TASK TO CARRY OUT — Where the string "Goodness" appears in a line of the material below, copy that line.

>>

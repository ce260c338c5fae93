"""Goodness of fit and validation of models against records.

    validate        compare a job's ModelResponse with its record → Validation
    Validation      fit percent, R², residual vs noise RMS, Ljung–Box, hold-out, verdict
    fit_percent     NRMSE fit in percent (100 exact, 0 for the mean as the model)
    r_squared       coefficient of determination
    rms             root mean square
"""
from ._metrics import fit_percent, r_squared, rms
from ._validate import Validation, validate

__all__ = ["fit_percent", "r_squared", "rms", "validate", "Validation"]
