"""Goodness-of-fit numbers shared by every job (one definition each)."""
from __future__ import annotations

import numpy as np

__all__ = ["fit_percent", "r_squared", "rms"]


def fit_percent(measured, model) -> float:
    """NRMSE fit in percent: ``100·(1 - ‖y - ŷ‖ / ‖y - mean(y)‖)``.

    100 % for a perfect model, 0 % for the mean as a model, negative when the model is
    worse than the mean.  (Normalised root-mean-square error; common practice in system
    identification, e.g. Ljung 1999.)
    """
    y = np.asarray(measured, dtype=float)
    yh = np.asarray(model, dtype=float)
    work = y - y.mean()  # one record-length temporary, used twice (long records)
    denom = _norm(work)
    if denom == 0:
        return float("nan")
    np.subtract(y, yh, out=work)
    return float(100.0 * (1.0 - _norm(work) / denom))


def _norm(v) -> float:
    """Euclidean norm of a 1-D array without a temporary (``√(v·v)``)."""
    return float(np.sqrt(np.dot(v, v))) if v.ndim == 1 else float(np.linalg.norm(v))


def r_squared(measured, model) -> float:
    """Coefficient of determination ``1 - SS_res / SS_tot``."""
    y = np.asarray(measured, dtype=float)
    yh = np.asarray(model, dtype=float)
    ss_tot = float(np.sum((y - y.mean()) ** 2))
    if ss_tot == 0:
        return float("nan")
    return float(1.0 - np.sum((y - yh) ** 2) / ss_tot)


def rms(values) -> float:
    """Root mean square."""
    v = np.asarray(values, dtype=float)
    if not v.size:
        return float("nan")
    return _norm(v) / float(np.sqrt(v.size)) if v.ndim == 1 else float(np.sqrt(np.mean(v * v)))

<<

SOLUTION —
"""Goodness of fit and validation of models against records.
"""Goodness-of-fit numbers shared by every job (one definition each)."""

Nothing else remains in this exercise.